Erano passati tre giorni. Nonostante le giornate ultimamente fossero calde la notte aveva portato umidità. Giulia si era messa un golfino azzurro sopra le spalle e sotto l’impermeabile scuro mentre quattro uomini facevano scorrere la cassa fin dentro il mezzo. Solo lei e il suo nuovo amico, Alberto, al corteo dopo una messa veloce. Le era rimasta in testa la frase del prete durante l’omelia: ogni volta che abbiamo fiducia e siamo tranquilli Dio ci dona una difficoltà nuova per scuoterci e farci capire che la Salvezza non è di questo mondo.

- Dio che ci fa un favore facendoci soffrire?
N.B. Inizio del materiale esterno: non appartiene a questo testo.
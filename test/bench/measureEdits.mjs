import { edits } from "./edits.mjs";
import { generateNote } from "./generateNote.mjs";
import { initialize } from "./initialize.mjs";
import { median } from "./median.mjs";
import { session, verify } from "./session.mjs";
import { startServer } from "./startServer.mjs";

const kinds = ["bank", "line", "burn", "burst", "askedBurst"];

/**
 * Times edits of a note of so many lines, by turns in the measured server and in the echo server, which
 * answers with what the measured one said. Medians in ms: `{ open, bank, line, burn, burst, askedBurst }`,
 * each `{ ours, echo }`, and `payload`, the bytes of the two answers. `standIn` are answers for an echo
 * server in the measured one's place, which are not looked into.
 */
export async function measureEdits(
  lines,
  { subject, echo, standIn, repetitions, restated = true, only = kinds },
) {
  const text = generateNote(lines, { restated });
  const at = edits(text);
  const look = standIn ? () => {} : verify;
  const servers = [startServer(...subject), startServer(...echo)];
  try {
    for (const server of servers) await initialize(server);
    if (standIn) servers[0].notify("bench/answers", standIn);
    const [ours, theirs] = servers.map((server) => session(server, text));
    const line = at.bank.change.range.start.line;
    const opened = await ours.open(line);
    look(opened, `the note of ${lines} lines`);
    servers[1].notify("bench/answers", { diagnostics: opened.diagnostics, hints: opened.hints });
    const result = { payload: bytes(opened.diagnostics) + bytes(opened.hints) };
    result.open = { ours: opened.ms, echo: (await theirs.open(line)).ms };

    // An answer is for the text as it is now: a bank brought over the limit is told, taken back it is not.
    look(await ours.edit(at.limit.change), "a note with one bank more over the limit", 1);
    look(await ours.edit(at.limit.back), "a note with that bank taken back");

    Object.assign(result, await byTurns(ours, theirs, { kinds: only, at, repetitions, look }));
    return result;
  } finally {
    await Promise.all(servers.map((server) => server.stop()));
  }
}

const bytes = (answer) => Buffer.byteLength(JSON.stringify(answer));

/** What is timed, what takes it back untimed, and how many findings stand in between beyond the note's own. */
function timedEdit(kind, at) {
  if (kind === "burst" || kind === "askedBurst") {
    return { change: (to) => to[kind](at.burst), back: (to) => to.edit(at.limit.back), more: 1 };
  }
  return { change: (to) => to.edit(at[kind].change), back: (to) => to.edit(at[kind].back), more: 0 };
}

/**
 * Times the edits of each kind in one server and the other, turn by turn, so that all of them meet the machine
 * and the compiled code in the same state; half as many turns go first unmeasured, to warm both up.
 */
async function byTurns(ours, theirs, { kinds, at, repetitions, look }) {
  const timings = Object.fromEntries(kinds.map((kind) => [kind, { ours: [], echo: [] }]));
  for (let turn = -Math.ceil(repetitions / 2); turn < repetitions; turn++) {
    for (const kind of kinds) {
      const { change, back, more } = timedEdit(kind, at);
      const mine = await change(ours);
      const echoed = await change(theirs);
      look(mine, "an edited note", more);
      look(await back(ours), "a note with its edit taken back");
      await back(theirs);
      if (turn < 0) continue;
      timings[kind].ours.push(mine.ms);
      timings[kind].echo.push(echoed.ms);
    }
  }
  return Object.fromEntries(
    Object.entries(timings).map(([kind, { ours, echo }]) => [
      kind,
      { ours: median(ours), echo: median(echo) },
    ]),
  );
}
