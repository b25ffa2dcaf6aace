/**
 * The edits that are timed, in the middle of a note: each a change and the change that takes it back, as
 * `textDocument/didChange` has them. `limit` is no timed one: it breaks the bank limit, one finding more.
 */
export function edits(text) {
  const lines = text.split("\n");
  const middle = Math.floor(lines.length / 2);
  const find = (from, pattern) => lines.findIndex((line, at) => from <= at && pattern.test(line));
  const bankLine = find(middle, /^\| bank 12 (left|right)$/);
  // The first burn after a weight, which reaches all points up to the next weight.
  const burnLine = find(Math.max(middle, find(middle, /; weight /)), /; burn \d+ kg$/);
  const bankAt = "| bank ".length;
  const burnAt = lines[burnLine].lastIndexOf(" kg") - 1;
  const burnDigit = lines[burnLine][burnAt];
  return {
    bank: digit(bankLine, bankAt + 1, "2", "4"),
    line: {
      change: replacement(bankLine, 0, bankLine, 0, "|\n"),
      back: replacement(bankLine, 0, bankLine + 1, 0, ""),
    },
    burn: digit(burnLine, burnAt, burnDigit, burnDigit === "9" ? "8" : String(Number(burnDigit) + 1)),
    limit: digit(bankLine, bankAt, "1", "3"),
    // Ten keystrokes of which only the last leaves a bank over the limit: an answer for an older text shows.
    burst: [..."2121212123"].map((to) => replacement(bankLine, bankAt, bankLine, bankAt + 1, to)),
  };
}

function digit(line, character, from, to) {
  return {
    change: replacement(line, character, line, character + 1, to),
    back: replacement(line, character, line, character + 1, from),
  };
}

function replacement(startLine, startCharacter, endLine, endCharacter, text) {
  const start = { line: startLine, character: startCharacter };
  const end = { line: endLine, character: endCharacter };
  return { range: { start, end }, text };
}
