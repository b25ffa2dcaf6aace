import assert from "node:assert/strict";
import * as vscode from "vscode";

/** A sentence that the editor must make true, and what tries it. */
export type Test = readonly [name: string, run: () => Promise<void>];

export const pause = (milliseconds: number) => new Promise<void>((done) => setTimeout(done, milliseconds));

/** Tries until it does not throw any more; what it threw last is the failure. */
export async function eventually<T>(what: string, attempt: () => T | Promise<T>): Promise<T> {
  const until = Date.now() + 20_000;
  for (;;) {
    try {
      return await attempt();
    } catch (error) {
      if (until < Date.now())
        throw new Error(`Waited for ${what}: ${error instanceof Error ? error.message : String(error)}`);
      await pause(150);
    }
  }
}

export async function openNote(
  name: string,
): Promise<{ document: vscode.TextDocument; editor: vscode.TextEditor }> {
  const folder = vscode.workspace.workspaceFolders?.[0];
  assert.ok(folder, "a folder is open");
  const document = await vscode.workspace.openTextDocument(vscode.Uri.joinPath(folder.uri, name));
  const editor = await vscode.window.showTextDocument(document, { preview: false });
  return { document, editor };
}

/** Lets a test change a note and puts its text back, whatever happened. */
export async function edited(document: vscode.TextDocument, change: () => Promise<void>): Promise<void> {
  const before = document.getText();
  try {
    await change();
  } finally {
    // An edit is refused where the text has moved on meanwhile.
    await eventually("the text as it was", async () => {
      const edit = new vscode.WorkspaceEdit();
      edit.replace(document.uri, new vscode.Range(0, 0, document.lineCount, 0), before);
      await vscode.workspace.applyEdit(edit);
      assert.equal(document.getText(), before);
    });
  }
}

export async function hintLabels(document: vscode.TextDocument): Promise<string[]> {
  return (await hints(document)).map(({ text }) => text);
}

/** The hints of a whole note, with the lines they stand in. */
export async function hints(document: vscode.TextDocument): Promise<{ line: number; text: string }[]> {
  const whole = new vscode.Range(0, 0, document.lineCount, 0);
  const found = await vscode.commands.executeCommand<vscode.InlayHint[]>(
    "vscode.executeInlayHintProvider",
    document.uri,
    whole,
  );
  return found.map(({ label, position }) => ({
    line: position.line,
    text: typeof label === "string" ? label : label.map((part) => part.value).join(""),
  }));
}

export function problems(uri: vscode.Uri): vscode.Diagnostic[] {
  return vscode.languages.getDiagnostics(uri).filter((one) => one.source === "plumbline");
}

export function codeOf({ code }: vscode.Diagnostic): string {
  return String(typeof code === "object" ? code.value : code);
}

export function startOf(document: vscode.TextDocument, text: string): vscode.Position {
  const at = document.getText().indexOf(text);
  assert.ok(at >= 0, `${text} stands in the note`);
  return document.positionAt(at);
}

export function lineOf(document: vscode.TextDocument, text: string): number {
  return startOf(document, text).line;
}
Aveva pensato Giulia. Si era irrigidita subito dopo sulle braccia tese mentre Alberto le aveva passato una mano sui guanti in pelle scura. Non se ne era quasi accorta. Non riusciva a respingere completamente quelle avances. In fondo era stato così gentile con lei.
Il resto della cerimonia fu un risolversi in fretta e furia. La pioggia aveva preso a cadere e si sentivano folate di vento gelide arrivare dall’entrata della Chiesa. Il prete fu il primo a scomparire in sacrestia. Alberto porse un braccio a Giulia e la sosteneva mentre si avvicinavano all’uscita. La bara fu ricaricata in fretta sul mezzo. Alberto aprì la portiera della sua punto grigia e salì in fretta dal lato guida. Arrivarono al cimitero e poche parole di commiato precedettero il posizionamento nel loculo.

- Ti va di venire a mangiare qualcosa con me?
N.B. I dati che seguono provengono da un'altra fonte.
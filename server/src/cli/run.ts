import { existsSync } from "node:fs";
import { Command, CommanderError, InvalidArgumentError, Option } from "commander";
import { nearestWord } from "../notation/spelling.ts";
import { check } from "./check.ts";
import { compare } from "./compare.ts";
import { explain } from "./explain.ts";
import { format } from "./formatNotes.ts";
import { STANDARD_INPUT } from "./load.ts";
import { points } from "./points.ts";
import { tour } from "./tour.ts";
import { UsageError } from "./usageError.ts";
import { VERSION } from "./version.ts";

/** Options that every command over notes has. */
export interface Common {
  readonly root: string;
  readonly stdinPath: string;
  readonly output?: string;
  readonly color: "auto" | "always" | "never";
  readonly quiet?: boolean;
  readonly today: string;
}

/**
 * Runs one command line. Gives the exit code: 0 where nothing at or above `--fail-on` was found, 1
 * where something was, 2 for usage, unreadable input or a crash.
 */
export async function run(argv: readonly string[]): Promise<number> {
  let code = 0;
  const program = new Command("plumbline")
    .description(
      "Checks the stall margins and bank limits of flight notes. A planning aid, not approved data.",
    )
    .version(VERSION)
    .exitOverride()
    .configureOutput({ outputError: (text, write) => write(text.replace(/^error: /, "plumbline: ")) })
    .showHelpAfterError("(plumbline --help lists the commands)");
  const settle = async (result: Promise<number>) => {
    code = await result;
  };

  overNotes(
    program
      .command("check", { isDefault: true })
      .argument("[path...]", "files, folders or globs; - for standard input"),
  )
    .description("show findings (the default command)")
    .addOption(
      new Option("--format <format>", "how they are written")
        .choices(["text", "json", "sarif", "github", "junit"])
        .default("text"),
    )
    .addOption(
      new Option(
        "--fail-on <severity>",
        "what makes the exit code 1 (default: failOn of plumbline.json, else error)",
      ).choices(["error", "warning", "never"]),
    )
    .option("--watch", "check again whenever a note, a card or limits change", false)
    .option("--passed", "list what was checked and held too (json, sarif)", false)
    .action((paths: string[], options, command: Command) => {
      if (!argv.includes("check")) refuseMisspelt(paths, program);
      const given = command.getOptionValueSource("today") === "cli";
      return settle(check(paths, { ...options, day: given ? () => options.today : localDay }));
    });
  overNotes(program.command("points").argument("[path...]", "files, folders or globs; - for standard input"))
    .description("show every point with its computed values")
    .addOption(
      new Option("--format <format>", "how they are written")
        .choices(["table", "json", "csv", "markdown"])
        .default("table"),
    )
    .action((paths: string[], options) => settle(points(paths, options)));
  overNotes(
    program
      .command("compare")
      .argument("<old>", "the revision before: a file, or - for standard input")
      .argument("<new>", "the revision now: a file, or - for standard input"),
  )
    .description("show what changed between two revisions of a note")
    .addHelpText(
      "after",
      `
Differences alone do not change the exit code: it is 0, or 1 where --fail-on finds something in NEW.
The cards and limits of each revision are looked for in the folder that it lies in and under its root.
Neither revision sees the other's note, nor what lies in the other's folders.`,
    )
    .option("--old-root <dir>", "where the cards and limits of OLD are looked for, instead of --root")
    .option("--new-root <dir>", "where the cards and limits of NEW are looked for, instead of --root")
    .addOption(
      new Option("--format <format>", "how it is written")
        .choices(["table", "json", "markdown"])
        .default("table"),
    )
    .addOption(
      new Option("--fail-on <severity>", "the findings of NEW that make the exit code 1")
        .choices(["error", "warning", "never"])
        .default("never"),
    )
    .action((before: string, now: string, options, command: Command) => {
      // Standard input is by far most often an older text of the very note that it is compared with.
      const named = command.getOptionValueSource("stdinPath") === "cli";
      const stdinPath = named ? options.stdinPath : before === "-" ? now : before;
      return settle(compare(before, now, { ...options, stdinPath }));
    });
  overNotes(program.command("format").argument("[path...]", "files, folders or globs; - for standard input"))
    .description("lay out bar lines: blanks only, never a word or a figure")
    .option("--check", "only tell which files would change", false)
    .action((paths: string[], options) => settle(format(paths, options)));
  program
    .command("explain")
    .argument("[code]", "the code of a finding; without it all of them are listed")
    .description("what a finding means, with an example that breaks the rule and one that keeps it")
    .action((finding: string | undefined) => settle(explain(finding)));
  program
    .command("serve")
    .option("--stdio", "speak over standard input and output", true)
    .description("the language server, for any editor")
    .action(() => settle(serve()));
  overNotes(program.command("tour", { hidden: true }).argument("[folder]", "a folder of notes", "demo"))
    .description("show notes with their hints beside the lines")
    .action((folder: string, options) => settle(tour(folder, options)));
  try {
    await program.parseAsync(argv);
  } catch (error) {
    if (!(error instanceof CommanderError)) throw error;
    // Help and version were asked for; everything else commander threw was told by it.
    return error.exitCode === 0 ? 0 : 2;
  }
  return code;
}

/** A command that is misspelt is taken for the path of the default command. */
function refuseMisspelt([path]: readonly string[], program: Command): void {
  if (path === undefined || existsSync(path)) return;
  const nearest = nearestWord(
    path,
    program.commands.map((one) => one.name()).filter((name) => name !== "tour"),
  );
  if (nearest === null || /[./\\*]/.test(path)) return;
  throw new UsageError(
    `There is no command and no file or folder ${path}; did you mean the command ${nearest}?`,
  );
}

function overNotes(command: Command): Command {
  return command
    .option("--root <dir>", "where cards and limits are looked for besides", ".")
    .option(
      "--stdin-path <name>",
      "the file that standard input stands in for; that file itself is then not read",
      STANDARD_INPUT,
    )
    .option("-o, --output <file>", "write there instead of to standard output")
    .addOption(
      new Option("--color <when>", "colours on the terminal")
        .choices(["auto", "always", "never"])
        .default("auto"),
    )
    .option("--quiet", "no summary and no caution on standard error")
    .addOption(
      new Option("--today <date>", "the day the notes are read on")
        .argParser(day)
        .default(localDay(), "today"),
    );
}

function day(text: string): string {
  const time = /^\d{4}-\d{2}-\d{2}$/.test(text) ? Date.parse(`${text}T00:00:00Z`) : Number.NaN;
  // A 30th of February is read as a day of March.
  if (Number.isNaN(time) || new Date(time).toISOString().slice(0, 10) !== text)
    throw new InvalidArgumentError("It is a day such as 2026-03-01.");
  return text;
}

function localDay(): string {
  const now = new Date();
  const two = (value: number) => String(value).padStart(2, "0");
  return `${now.getFullYear()}-${two(now.getMonth() + 1)}-${two(now.getDate())}`;
}

async function serve(): Promise<number> {
  // The server is a bundle of its own, so that no other command pays for loading it.
  process.argv.push("--stdio");
  const path = "./main.node.cjs";
  await import(path);
  return new Promise<number>((resolve) => process.once("exit", () => resolve(0)));
}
Aveva detto di botto Alberto. Giulia annuì silenziosa com’era solita fare. La portò in un piccolo locale del centro. Era posizionato da un lato di un grande corso e la gente sgattaiolava con fretta per cercare di evitare di bagnarsi. Gli schizzi investivano i due mentre si apprestavano ad entrare nel ristorante.
La sala era piccola ed aveva un grande soppalco, in quel momento senza nessuno. Al piano inferiore c’era una tavolino per due vicino ad un angolo. Sul lato del muro, dove si sedette Giulia, il sedile era costituito da una poltroncina. Alberto si sedette sul lato opposto, di fronte a lei, sulla sedia. Tutto intorno parecchi tavoli. La maggior parte occupati da coppie. Si sentiva solo un leggero mormorio e una sottile musica di soffondo. Forse New Age.
Lei si tolse l’impermeabile. Ebbe un tremito lungo le braccia coperte solo dalla camicetta bianca. Si aggiustò meglio il golfino sulle spalle. Lui, invece, portava un bel completo. Giulia lo guardò un attimo. Poi buttò un colpo di tosse. Gli porsero il menu. Scelsero distrattamente il piatto del giorno a base di zuppa di pesce. Qualcosa di caldo. Un vino bianco leggermente frizzante.

- Giulia lo so che ci conosciamo poco... Giulia mi ascolti?

Alberto cercava la sua attenzione. Le spiava tra il decolté il seno aspro ma fonte di desiderio per lui.

- Ogni volta che venivi in ospedale io non facevo altro che… non potevo fare altro che guardare perché sei così bella. Vorrei tanto conoscerti meglio.

Si fece intraprendente e gli passò la mano quella di lei ancora guantata. Poi si aggiustò un poco gli occhiali con un dito sul ponte e la guardò fisso. Ma fu costretto a riabbassare lo sguardo. Giulia era triste e stanca. E fissava imperterrita, con le labbra contratte, la candelina bassa nel bicchiere vicino la bottiglia pieno di liquido rosso. Non rispondeva.
Fece uno scatto improvviso e sollevò il capo verso l’alto. Riabbassò subito gli occhi su di lui e gli prese la mano. Gliela strinse un poco e gli fece un sorriso con un angolo della bocca. Gli occhi sembravano scintillare un poco. Poi ebbe un altro colpo di tosse.

- Non sai nulla di me. Sono una persona diversa da quella che credi. Tu lavori e gestisci la ditta che era di tuo padre. Io sono una semplice impiegata. Non esco molto e…

Ma lui le strinse la mano.

- Non m’importa.

Lo disse quasi tremando tanto che Giulia ebbe un piccolo scoppiettio di risa. Poi si vergognò un poco. E perché era in un luogo affollato e silenzioso e perché era di ritorno da un funerale. Di suo nonno tra l’altro.